*** Opening of Listed entries ***
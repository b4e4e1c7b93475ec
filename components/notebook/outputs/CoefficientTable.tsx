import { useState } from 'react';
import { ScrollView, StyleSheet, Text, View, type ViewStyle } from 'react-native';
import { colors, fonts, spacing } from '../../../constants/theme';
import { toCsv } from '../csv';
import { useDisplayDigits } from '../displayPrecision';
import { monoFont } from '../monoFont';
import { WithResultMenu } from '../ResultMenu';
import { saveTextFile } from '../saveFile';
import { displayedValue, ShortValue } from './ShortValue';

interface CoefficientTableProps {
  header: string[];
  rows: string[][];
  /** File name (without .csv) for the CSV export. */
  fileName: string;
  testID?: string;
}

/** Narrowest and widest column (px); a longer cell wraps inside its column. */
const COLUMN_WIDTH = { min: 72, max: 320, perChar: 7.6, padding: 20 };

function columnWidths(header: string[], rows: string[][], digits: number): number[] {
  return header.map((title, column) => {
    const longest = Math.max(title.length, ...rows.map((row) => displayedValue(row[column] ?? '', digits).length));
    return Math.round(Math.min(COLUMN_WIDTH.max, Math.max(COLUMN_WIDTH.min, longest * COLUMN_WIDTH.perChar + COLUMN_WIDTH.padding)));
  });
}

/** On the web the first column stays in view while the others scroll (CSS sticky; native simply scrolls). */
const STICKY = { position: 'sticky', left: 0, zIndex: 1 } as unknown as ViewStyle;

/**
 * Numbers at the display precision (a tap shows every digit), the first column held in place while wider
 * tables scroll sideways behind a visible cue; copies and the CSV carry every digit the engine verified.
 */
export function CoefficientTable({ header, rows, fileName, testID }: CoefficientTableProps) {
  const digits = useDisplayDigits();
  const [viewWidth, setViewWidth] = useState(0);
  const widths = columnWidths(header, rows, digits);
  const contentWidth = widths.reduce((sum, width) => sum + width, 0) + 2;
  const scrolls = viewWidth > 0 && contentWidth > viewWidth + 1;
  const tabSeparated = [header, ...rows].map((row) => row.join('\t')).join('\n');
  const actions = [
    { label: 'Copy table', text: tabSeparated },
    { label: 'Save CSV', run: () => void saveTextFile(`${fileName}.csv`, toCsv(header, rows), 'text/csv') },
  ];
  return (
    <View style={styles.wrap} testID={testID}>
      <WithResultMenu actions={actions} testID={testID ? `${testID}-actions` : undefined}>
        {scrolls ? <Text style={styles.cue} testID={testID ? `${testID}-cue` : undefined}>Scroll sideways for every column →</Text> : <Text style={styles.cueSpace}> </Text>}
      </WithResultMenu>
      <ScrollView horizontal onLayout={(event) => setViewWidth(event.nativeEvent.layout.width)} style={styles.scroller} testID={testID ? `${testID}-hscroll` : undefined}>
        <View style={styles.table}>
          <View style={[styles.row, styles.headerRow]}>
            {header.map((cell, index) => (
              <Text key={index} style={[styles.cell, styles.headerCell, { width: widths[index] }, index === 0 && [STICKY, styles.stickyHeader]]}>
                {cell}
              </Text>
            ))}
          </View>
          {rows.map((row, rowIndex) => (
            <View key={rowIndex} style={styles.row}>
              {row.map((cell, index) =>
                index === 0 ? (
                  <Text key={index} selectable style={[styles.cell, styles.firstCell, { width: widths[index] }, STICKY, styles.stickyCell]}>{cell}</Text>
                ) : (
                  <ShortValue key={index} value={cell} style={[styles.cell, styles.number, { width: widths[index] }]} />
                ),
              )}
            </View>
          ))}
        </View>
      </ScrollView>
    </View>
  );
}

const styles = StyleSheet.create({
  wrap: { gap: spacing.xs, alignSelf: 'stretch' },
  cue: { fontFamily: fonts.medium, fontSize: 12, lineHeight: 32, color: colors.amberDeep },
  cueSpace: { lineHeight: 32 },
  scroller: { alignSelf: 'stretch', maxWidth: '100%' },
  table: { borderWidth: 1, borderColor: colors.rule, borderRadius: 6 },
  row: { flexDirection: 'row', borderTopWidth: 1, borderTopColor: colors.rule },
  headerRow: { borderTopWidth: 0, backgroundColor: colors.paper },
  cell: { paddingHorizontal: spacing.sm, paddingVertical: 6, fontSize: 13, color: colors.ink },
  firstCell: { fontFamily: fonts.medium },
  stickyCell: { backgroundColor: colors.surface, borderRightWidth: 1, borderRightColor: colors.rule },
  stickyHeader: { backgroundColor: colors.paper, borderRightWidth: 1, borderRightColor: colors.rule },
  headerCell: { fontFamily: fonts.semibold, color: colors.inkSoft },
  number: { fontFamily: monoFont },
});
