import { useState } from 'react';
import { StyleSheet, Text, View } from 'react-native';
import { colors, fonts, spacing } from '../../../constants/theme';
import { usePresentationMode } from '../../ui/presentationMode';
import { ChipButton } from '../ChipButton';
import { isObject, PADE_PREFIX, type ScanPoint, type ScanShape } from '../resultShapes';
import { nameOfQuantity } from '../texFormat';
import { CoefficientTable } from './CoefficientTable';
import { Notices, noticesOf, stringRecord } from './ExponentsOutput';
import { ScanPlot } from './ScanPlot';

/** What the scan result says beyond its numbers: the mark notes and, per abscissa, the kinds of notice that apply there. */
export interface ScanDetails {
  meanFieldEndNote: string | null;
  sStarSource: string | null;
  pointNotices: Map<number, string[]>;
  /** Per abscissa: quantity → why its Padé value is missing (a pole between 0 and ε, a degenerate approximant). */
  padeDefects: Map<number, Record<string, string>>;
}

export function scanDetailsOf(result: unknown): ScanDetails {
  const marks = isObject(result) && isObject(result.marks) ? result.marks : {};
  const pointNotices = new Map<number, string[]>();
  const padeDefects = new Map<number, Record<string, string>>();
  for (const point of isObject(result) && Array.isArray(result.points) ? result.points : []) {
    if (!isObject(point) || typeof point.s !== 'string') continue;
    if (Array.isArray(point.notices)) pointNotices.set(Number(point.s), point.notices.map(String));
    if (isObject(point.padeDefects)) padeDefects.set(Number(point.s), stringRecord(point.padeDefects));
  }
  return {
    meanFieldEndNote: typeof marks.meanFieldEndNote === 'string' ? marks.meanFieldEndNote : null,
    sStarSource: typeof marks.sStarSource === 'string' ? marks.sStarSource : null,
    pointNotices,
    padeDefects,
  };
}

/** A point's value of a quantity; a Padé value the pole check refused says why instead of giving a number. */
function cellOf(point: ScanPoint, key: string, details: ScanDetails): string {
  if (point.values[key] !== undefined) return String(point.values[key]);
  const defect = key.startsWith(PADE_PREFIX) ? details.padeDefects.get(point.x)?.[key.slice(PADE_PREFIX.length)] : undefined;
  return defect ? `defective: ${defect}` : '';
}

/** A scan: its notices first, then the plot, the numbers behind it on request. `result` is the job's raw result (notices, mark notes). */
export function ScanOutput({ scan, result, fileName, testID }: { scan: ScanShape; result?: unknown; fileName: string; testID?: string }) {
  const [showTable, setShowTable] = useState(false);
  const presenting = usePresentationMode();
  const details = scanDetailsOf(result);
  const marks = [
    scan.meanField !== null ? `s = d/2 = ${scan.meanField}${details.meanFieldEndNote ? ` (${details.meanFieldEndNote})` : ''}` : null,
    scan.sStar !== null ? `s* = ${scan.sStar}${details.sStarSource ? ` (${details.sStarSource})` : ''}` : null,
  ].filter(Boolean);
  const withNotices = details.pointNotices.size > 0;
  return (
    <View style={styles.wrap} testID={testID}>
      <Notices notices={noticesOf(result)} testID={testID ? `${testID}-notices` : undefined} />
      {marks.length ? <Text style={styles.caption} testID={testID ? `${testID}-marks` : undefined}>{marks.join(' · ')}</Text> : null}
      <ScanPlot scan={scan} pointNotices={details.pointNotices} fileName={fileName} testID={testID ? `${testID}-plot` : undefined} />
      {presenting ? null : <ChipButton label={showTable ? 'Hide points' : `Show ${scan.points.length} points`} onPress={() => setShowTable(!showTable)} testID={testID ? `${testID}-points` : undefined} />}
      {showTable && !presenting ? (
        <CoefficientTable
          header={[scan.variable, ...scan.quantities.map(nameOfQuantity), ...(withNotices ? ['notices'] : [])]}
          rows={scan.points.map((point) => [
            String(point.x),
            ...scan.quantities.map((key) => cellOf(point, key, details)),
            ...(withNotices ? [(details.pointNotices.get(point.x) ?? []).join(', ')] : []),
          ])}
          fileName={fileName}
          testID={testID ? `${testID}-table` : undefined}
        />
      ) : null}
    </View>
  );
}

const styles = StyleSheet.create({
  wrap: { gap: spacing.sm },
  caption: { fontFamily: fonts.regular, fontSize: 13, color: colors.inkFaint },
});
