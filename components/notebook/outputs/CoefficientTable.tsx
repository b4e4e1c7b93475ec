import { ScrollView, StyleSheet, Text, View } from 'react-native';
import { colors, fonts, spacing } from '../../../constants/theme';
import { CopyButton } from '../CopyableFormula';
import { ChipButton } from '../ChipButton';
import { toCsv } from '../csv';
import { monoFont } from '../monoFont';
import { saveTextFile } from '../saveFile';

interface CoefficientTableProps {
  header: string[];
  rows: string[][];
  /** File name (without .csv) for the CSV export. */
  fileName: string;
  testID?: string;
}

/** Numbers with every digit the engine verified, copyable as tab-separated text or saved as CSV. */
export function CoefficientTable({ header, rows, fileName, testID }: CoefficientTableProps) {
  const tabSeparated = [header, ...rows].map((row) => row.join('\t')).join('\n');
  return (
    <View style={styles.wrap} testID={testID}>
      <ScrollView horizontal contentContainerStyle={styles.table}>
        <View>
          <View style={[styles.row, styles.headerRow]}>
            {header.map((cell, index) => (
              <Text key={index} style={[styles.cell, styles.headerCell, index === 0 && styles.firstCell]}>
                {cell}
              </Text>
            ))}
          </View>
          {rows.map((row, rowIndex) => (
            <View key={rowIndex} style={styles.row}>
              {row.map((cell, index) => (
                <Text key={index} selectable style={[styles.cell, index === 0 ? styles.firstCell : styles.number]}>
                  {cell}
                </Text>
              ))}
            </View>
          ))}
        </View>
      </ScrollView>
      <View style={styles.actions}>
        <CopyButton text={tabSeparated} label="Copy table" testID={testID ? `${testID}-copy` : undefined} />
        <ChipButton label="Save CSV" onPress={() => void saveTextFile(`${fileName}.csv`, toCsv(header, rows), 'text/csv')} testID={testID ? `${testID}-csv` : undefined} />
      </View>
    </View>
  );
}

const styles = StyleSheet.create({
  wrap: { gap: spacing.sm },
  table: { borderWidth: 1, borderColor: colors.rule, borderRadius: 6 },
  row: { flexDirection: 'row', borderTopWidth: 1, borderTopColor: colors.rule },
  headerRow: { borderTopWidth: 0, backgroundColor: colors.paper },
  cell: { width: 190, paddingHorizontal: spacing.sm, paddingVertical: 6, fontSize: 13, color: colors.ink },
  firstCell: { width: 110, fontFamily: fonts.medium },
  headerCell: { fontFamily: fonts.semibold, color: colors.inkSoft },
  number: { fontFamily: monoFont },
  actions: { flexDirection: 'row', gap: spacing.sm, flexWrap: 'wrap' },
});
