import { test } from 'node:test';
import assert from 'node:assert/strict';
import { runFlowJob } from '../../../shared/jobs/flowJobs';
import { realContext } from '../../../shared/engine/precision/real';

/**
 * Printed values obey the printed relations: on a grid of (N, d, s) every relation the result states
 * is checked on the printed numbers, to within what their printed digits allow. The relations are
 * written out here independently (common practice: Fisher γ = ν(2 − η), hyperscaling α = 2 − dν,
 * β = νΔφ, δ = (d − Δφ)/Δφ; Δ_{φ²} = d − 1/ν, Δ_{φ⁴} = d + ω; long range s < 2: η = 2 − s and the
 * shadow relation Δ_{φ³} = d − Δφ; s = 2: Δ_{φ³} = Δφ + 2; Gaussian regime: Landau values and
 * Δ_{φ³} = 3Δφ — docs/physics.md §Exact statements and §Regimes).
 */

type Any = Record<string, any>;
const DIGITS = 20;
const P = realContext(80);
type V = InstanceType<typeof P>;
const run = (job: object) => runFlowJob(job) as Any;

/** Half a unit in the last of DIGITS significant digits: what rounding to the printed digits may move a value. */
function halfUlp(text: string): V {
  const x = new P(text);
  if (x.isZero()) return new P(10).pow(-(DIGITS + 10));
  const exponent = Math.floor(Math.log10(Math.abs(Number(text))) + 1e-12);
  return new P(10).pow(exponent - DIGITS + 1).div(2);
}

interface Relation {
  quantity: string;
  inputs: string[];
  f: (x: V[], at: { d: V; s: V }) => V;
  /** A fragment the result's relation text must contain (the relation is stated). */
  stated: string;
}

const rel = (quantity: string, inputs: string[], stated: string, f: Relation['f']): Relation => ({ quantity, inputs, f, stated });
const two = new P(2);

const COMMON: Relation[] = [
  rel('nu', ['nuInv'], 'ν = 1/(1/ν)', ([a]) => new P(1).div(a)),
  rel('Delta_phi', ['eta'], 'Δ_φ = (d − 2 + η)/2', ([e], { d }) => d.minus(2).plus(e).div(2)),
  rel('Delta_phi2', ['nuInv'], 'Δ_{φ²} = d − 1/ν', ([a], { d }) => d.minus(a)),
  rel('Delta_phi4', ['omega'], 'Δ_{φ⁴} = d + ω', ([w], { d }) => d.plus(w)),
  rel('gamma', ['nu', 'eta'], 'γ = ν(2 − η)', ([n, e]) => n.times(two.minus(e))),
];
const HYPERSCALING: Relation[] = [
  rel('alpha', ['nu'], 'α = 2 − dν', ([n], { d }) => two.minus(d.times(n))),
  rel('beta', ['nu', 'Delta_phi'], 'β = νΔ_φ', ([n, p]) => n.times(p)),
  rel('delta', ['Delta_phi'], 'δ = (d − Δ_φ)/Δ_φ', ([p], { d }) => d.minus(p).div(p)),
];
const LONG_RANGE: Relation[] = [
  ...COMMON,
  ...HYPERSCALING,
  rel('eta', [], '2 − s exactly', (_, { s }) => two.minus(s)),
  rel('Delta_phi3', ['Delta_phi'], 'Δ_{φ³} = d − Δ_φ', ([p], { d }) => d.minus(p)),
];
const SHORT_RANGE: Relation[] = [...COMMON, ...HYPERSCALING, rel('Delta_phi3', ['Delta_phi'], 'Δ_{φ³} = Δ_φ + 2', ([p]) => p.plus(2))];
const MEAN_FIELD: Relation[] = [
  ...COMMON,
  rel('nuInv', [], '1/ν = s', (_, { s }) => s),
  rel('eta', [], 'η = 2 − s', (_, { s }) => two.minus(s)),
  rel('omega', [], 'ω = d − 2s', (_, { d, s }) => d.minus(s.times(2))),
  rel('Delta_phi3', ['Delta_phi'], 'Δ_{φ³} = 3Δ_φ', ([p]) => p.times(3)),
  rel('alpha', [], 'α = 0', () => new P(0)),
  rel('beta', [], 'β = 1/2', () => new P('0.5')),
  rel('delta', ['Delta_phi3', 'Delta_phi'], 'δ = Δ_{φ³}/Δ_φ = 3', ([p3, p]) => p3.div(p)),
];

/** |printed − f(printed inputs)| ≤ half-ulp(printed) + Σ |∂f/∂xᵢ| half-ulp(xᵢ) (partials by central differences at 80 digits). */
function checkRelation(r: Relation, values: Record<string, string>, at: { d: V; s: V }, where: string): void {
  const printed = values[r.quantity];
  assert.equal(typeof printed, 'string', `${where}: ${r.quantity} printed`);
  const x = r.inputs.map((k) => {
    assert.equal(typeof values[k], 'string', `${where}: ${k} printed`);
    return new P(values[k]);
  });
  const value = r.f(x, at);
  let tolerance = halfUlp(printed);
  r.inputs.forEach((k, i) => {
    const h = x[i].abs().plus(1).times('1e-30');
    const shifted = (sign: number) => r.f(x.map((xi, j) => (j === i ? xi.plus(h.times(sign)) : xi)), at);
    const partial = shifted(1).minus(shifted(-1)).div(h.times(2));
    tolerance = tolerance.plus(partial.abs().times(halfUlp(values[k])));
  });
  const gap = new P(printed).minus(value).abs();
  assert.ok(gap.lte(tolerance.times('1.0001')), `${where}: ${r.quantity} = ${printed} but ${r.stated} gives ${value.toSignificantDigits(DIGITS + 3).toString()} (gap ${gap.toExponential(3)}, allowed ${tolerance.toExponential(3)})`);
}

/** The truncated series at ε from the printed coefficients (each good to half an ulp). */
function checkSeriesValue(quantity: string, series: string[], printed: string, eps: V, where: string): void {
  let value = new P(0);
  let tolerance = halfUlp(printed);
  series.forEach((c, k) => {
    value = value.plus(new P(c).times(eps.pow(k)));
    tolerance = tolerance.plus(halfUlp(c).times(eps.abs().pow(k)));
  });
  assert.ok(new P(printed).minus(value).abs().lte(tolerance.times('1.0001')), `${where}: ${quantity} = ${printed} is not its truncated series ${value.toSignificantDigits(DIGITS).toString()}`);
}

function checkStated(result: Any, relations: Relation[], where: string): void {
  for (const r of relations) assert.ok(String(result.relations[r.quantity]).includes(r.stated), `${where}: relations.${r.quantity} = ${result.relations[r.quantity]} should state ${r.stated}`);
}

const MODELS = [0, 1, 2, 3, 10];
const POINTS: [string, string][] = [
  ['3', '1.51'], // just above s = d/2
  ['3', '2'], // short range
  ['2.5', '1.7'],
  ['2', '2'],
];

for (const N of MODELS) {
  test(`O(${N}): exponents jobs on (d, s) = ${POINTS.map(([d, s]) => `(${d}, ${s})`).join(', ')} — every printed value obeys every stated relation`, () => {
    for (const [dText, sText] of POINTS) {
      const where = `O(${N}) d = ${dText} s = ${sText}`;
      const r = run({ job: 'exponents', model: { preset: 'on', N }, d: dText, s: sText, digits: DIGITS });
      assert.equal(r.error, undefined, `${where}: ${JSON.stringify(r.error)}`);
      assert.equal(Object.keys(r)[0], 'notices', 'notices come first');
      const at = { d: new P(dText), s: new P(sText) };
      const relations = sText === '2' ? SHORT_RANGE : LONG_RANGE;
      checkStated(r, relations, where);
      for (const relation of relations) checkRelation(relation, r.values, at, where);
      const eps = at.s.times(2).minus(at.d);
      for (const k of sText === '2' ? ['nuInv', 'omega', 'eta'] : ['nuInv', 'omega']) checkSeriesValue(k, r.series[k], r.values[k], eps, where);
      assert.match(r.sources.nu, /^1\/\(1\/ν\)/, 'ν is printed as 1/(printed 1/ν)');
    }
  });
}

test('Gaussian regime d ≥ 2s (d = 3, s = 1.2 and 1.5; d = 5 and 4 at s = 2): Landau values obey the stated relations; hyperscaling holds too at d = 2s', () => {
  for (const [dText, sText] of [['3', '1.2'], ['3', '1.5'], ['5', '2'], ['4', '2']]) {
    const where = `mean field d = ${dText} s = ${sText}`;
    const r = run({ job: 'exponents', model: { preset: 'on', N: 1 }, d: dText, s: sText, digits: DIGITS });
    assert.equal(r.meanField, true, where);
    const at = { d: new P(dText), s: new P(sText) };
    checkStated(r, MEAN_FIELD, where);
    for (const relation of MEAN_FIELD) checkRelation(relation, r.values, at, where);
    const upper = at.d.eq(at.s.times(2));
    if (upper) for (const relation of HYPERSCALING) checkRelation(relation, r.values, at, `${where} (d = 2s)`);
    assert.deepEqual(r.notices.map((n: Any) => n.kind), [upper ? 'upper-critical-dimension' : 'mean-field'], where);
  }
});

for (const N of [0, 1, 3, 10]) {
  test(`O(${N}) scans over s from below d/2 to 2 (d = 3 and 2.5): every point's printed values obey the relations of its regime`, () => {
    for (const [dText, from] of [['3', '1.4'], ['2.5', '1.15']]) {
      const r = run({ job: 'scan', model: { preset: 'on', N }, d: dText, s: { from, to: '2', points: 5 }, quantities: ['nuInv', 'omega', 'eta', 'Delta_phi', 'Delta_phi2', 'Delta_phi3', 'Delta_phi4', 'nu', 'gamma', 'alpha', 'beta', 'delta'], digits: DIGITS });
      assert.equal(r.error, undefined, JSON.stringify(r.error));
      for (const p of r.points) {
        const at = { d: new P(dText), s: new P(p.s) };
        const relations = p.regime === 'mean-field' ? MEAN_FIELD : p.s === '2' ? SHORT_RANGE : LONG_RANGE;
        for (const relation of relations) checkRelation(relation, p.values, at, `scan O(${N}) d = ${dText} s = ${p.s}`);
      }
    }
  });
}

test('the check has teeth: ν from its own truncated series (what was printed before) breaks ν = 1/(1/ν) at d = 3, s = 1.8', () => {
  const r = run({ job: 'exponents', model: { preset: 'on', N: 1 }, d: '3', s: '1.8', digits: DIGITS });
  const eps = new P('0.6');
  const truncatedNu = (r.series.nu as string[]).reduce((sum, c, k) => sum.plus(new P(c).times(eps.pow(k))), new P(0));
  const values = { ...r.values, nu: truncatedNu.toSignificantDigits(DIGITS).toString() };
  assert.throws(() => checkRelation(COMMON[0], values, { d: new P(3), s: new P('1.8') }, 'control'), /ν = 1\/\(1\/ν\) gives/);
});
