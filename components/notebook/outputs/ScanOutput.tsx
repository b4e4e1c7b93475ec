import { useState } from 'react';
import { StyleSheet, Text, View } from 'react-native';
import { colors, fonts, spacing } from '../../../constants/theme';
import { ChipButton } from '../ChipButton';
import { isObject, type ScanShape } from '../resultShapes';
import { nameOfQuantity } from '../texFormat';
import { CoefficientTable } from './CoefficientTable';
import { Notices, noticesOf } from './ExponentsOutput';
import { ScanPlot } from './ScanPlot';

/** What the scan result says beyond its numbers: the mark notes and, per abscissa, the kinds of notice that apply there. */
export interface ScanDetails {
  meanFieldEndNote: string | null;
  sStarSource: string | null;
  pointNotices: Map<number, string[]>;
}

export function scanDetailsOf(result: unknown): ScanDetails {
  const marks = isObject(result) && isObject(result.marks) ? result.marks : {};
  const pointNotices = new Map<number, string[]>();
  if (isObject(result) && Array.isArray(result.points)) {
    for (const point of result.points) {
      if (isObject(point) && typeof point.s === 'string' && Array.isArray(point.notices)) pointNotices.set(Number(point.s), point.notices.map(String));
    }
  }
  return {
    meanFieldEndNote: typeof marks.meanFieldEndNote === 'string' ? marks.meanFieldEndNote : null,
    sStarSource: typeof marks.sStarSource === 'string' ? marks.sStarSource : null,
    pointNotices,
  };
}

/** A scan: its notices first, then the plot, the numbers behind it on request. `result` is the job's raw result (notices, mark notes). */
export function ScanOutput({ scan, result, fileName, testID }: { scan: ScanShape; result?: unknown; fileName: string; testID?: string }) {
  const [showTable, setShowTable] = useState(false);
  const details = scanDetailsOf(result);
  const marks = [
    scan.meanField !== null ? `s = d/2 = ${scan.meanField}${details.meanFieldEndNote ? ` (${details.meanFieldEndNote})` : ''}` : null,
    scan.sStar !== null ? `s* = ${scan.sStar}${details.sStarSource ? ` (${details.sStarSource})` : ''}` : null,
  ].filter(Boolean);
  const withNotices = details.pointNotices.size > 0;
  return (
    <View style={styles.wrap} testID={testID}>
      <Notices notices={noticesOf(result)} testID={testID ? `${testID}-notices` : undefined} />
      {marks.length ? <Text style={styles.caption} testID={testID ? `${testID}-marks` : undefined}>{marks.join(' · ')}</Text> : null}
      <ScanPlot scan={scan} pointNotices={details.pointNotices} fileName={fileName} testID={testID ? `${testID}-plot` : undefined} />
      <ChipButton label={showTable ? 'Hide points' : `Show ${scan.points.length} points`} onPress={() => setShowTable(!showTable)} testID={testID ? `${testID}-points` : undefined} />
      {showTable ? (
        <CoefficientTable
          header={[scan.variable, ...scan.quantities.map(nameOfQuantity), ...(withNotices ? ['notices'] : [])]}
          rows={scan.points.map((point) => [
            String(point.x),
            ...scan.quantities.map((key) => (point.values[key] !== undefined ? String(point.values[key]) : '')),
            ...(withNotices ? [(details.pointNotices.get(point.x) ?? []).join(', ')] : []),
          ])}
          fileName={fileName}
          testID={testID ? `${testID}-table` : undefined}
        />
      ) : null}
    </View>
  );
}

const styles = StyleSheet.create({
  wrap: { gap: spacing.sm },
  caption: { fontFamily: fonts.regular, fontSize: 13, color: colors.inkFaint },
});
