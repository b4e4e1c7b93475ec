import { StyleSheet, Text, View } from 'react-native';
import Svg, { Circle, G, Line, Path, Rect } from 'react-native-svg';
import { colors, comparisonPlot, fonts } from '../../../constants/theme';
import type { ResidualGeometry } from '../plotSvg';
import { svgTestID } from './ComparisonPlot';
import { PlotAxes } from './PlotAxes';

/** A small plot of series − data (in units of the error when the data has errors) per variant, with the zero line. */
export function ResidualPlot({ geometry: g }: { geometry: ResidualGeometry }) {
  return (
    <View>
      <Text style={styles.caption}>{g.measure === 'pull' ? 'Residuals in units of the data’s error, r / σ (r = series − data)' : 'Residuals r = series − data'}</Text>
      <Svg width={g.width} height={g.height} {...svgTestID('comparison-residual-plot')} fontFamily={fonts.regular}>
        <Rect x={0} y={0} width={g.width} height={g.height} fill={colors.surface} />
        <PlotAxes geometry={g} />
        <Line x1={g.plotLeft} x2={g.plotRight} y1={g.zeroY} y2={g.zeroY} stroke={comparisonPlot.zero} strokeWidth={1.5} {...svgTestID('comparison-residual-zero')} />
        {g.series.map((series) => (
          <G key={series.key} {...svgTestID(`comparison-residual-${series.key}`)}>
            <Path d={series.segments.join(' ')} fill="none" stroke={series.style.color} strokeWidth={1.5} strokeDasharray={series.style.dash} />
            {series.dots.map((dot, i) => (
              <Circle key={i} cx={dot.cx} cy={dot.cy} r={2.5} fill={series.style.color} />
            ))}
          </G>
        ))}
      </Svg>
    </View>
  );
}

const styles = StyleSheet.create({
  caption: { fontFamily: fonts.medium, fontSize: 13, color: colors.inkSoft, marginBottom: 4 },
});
*** Close of Listed entries ***
_What needs to be done_
All lines above that contain the word "strokeWidth" are to be copied.

_Solution to this problem_
        <Line x1={g.plotLeft} x2={g.plotRight} y1={g.zeroY} y2={g.zeroY} stroke={comparisonPlot.zero} strokeWidth={1.5} {...svgTestID('comparison-residual-zero')} />
            <Path d={series.segments.join(' ')} fill="none" stroke={series.style.color} strokeWidth={1.5} strokeDasharray={series.style.dash} />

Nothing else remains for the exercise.